### Supplied records
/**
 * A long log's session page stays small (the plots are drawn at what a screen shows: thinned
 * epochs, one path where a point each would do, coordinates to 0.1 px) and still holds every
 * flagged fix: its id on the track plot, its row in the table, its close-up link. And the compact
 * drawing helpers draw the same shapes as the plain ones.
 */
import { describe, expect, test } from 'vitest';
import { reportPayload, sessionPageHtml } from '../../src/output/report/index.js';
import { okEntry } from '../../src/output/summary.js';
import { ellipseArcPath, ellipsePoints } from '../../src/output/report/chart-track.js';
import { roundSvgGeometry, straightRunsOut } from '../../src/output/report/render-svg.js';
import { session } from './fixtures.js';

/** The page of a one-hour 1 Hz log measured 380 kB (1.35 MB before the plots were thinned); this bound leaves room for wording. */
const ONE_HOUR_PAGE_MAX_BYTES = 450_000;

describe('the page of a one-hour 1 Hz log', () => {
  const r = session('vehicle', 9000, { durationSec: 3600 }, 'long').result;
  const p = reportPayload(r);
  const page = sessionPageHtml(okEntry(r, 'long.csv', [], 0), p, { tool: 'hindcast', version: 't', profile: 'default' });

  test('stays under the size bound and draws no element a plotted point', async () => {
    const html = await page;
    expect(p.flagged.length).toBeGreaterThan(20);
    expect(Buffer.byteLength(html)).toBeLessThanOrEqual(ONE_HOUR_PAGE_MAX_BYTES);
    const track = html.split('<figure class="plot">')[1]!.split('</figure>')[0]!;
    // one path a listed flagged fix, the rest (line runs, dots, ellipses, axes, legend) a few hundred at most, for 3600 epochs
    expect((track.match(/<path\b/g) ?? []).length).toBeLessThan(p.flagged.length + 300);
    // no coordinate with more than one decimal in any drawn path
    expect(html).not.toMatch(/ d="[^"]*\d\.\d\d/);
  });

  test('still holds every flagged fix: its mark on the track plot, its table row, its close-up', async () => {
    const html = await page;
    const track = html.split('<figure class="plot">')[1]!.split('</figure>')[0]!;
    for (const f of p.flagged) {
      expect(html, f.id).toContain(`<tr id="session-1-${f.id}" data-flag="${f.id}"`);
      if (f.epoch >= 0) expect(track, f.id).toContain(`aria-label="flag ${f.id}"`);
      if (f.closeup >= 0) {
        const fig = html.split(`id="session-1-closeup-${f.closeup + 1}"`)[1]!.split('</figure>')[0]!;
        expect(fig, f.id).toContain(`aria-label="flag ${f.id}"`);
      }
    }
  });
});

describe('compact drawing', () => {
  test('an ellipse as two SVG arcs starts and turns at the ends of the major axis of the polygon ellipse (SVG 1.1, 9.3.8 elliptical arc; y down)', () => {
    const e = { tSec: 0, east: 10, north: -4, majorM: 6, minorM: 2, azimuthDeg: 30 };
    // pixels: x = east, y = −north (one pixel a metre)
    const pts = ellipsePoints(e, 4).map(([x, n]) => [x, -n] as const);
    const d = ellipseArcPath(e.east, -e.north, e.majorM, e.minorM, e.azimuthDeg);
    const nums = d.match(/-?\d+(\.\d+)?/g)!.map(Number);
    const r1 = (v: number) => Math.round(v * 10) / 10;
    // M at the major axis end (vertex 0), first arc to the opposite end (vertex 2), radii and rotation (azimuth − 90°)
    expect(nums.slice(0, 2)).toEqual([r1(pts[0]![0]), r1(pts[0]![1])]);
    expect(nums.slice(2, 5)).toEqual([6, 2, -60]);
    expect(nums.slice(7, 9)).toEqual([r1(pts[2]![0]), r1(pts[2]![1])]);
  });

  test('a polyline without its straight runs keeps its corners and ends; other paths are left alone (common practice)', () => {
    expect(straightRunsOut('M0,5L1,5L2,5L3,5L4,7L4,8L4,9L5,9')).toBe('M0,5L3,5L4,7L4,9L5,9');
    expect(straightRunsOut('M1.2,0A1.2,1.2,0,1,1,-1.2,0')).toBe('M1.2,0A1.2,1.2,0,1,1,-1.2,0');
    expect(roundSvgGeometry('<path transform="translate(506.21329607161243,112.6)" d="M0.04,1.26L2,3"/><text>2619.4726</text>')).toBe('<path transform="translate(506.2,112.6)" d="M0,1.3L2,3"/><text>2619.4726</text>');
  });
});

==

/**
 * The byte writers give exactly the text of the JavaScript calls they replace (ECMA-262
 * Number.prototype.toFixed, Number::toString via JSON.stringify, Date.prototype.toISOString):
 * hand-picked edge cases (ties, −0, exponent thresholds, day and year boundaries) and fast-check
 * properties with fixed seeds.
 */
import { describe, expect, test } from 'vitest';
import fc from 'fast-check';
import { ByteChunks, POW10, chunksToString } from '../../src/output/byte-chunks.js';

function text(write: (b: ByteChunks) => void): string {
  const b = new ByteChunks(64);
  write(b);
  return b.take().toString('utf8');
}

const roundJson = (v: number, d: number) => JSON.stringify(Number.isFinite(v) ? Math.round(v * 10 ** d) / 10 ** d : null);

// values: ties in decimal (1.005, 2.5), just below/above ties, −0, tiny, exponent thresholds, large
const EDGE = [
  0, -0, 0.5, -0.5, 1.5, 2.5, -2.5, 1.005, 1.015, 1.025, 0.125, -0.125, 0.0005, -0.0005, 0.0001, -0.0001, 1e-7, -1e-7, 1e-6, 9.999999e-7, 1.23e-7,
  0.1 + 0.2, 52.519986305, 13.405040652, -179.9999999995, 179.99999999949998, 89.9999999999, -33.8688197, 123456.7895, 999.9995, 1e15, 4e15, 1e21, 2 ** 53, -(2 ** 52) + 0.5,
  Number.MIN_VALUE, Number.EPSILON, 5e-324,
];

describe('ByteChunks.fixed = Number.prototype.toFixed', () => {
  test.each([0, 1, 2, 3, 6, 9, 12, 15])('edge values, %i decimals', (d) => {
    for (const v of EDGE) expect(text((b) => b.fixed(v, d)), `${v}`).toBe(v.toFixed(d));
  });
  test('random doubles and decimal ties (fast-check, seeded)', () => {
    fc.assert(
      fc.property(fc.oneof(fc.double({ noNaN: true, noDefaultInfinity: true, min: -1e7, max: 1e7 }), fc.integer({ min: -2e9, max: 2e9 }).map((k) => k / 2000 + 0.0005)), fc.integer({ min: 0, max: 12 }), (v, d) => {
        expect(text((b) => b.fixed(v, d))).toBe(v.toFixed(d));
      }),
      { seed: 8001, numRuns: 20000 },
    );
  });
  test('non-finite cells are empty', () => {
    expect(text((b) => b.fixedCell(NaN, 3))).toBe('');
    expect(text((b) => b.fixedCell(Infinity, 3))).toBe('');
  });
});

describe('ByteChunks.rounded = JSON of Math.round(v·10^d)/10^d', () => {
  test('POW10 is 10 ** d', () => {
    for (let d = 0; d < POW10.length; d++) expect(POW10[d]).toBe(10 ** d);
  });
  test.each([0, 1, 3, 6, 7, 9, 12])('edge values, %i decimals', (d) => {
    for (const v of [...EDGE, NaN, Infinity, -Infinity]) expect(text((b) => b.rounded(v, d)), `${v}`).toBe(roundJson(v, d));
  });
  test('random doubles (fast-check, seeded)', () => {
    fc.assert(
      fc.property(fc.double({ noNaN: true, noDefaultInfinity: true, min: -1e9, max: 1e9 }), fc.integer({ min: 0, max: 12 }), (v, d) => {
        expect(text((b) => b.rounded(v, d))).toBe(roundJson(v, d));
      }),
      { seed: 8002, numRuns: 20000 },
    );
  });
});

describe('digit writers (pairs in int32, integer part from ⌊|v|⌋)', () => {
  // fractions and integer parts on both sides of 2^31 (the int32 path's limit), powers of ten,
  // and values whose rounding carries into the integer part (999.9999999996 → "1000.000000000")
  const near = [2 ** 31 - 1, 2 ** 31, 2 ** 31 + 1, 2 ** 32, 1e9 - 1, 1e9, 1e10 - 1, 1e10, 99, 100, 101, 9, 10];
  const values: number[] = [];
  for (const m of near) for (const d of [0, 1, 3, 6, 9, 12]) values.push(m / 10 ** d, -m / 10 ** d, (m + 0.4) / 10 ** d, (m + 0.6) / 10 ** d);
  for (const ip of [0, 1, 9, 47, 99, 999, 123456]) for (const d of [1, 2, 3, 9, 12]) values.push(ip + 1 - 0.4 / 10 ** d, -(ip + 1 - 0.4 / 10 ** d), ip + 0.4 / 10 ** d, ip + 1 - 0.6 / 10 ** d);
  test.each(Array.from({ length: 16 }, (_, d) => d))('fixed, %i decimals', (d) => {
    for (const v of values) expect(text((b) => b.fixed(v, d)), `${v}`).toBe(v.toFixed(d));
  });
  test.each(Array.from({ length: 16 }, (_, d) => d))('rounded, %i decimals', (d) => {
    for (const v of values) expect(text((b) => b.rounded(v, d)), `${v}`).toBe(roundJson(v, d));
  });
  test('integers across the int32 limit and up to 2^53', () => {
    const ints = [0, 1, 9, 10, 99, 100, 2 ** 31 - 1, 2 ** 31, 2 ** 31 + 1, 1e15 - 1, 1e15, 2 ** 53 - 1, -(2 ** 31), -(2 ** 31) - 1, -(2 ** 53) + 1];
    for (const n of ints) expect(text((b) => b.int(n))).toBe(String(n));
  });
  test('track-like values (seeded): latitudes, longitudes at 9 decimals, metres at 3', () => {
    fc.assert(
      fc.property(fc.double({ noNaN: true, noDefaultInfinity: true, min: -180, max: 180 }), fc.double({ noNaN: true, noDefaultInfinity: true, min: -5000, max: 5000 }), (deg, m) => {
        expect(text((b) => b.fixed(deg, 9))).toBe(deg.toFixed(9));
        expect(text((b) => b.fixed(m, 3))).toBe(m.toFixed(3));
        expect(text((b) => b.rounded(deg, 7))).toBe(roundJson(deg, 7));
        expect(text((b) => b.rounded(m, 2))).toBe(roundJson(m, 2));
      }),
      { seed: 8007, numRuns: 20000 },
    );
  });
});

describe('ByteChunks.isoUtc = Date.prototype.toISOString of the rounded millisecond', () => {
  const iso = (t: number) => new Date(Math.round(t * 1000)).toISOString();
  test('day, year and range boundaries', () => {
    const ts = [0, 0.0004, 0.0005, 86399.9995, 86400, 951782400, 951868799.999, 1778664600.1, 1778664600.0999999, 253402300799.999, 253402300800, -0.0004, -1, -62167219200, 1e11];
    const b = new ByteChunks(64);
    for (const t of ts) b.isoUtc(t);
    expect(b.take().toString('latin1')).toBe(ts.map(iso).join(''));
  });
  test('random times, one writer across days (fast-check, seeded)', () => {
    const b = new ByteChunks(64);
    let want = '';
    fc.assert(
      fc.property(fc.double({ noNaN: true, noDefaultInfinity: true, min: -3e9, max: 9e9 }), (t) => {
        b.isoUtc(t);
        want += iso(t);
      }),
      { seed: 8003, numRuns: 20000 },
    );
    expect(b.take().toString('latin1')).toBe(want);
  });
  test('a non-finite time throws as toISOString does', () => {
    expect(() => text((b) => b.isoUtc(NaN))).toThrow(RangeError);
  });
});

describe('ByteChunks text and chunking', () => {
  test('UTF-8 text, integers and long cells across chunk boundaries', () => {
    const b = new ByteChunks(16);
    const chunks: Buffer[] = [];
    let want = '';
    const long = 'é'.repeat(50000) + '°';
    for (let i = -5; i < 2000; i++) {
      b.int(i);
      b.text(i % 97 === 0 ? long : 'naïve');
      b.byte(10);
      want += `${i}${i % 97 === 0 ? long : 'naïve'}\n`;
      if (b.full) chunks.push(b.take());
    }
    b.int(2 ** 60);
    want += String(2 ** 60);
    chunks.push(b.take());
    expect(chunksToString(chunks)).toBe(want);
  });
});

### What you will do
Among the lines of the material, find those that hold the word "noDefaultInfinity" and copy them.

### Result for this exercise
      fc.property(fc.oneof(fc.double({ noNaN: true, noDefaultInfinity: true, min: -1e7, max: 1e7 }), fc.integer({ min: -2e9, max: 2e9 }).map((k) => k / 2000 + 0.0005)), fc.integer({ min: 0, max: 12 }), (v, d) => {
      fc.property(fc.double({ noNaN: true, noDefaultInfinity: true, min: -1e9, max: 1e9 }), fc.integer({ min: 0, max: 12 }), (v, d) => {
      fc.property(fc.double({ noNaN: true, noDefaultInfinity: true, min: -180, max: 180 }), fc.double({ noNaN: true, noDefaultInfinity: true, min: -5000, max: 5000 }), (deg, m) => {
      fc.property(fc.double({ noNaN: true, noDefaultInfinity: true, min: -3e9, max: 9e9 }), (t) => {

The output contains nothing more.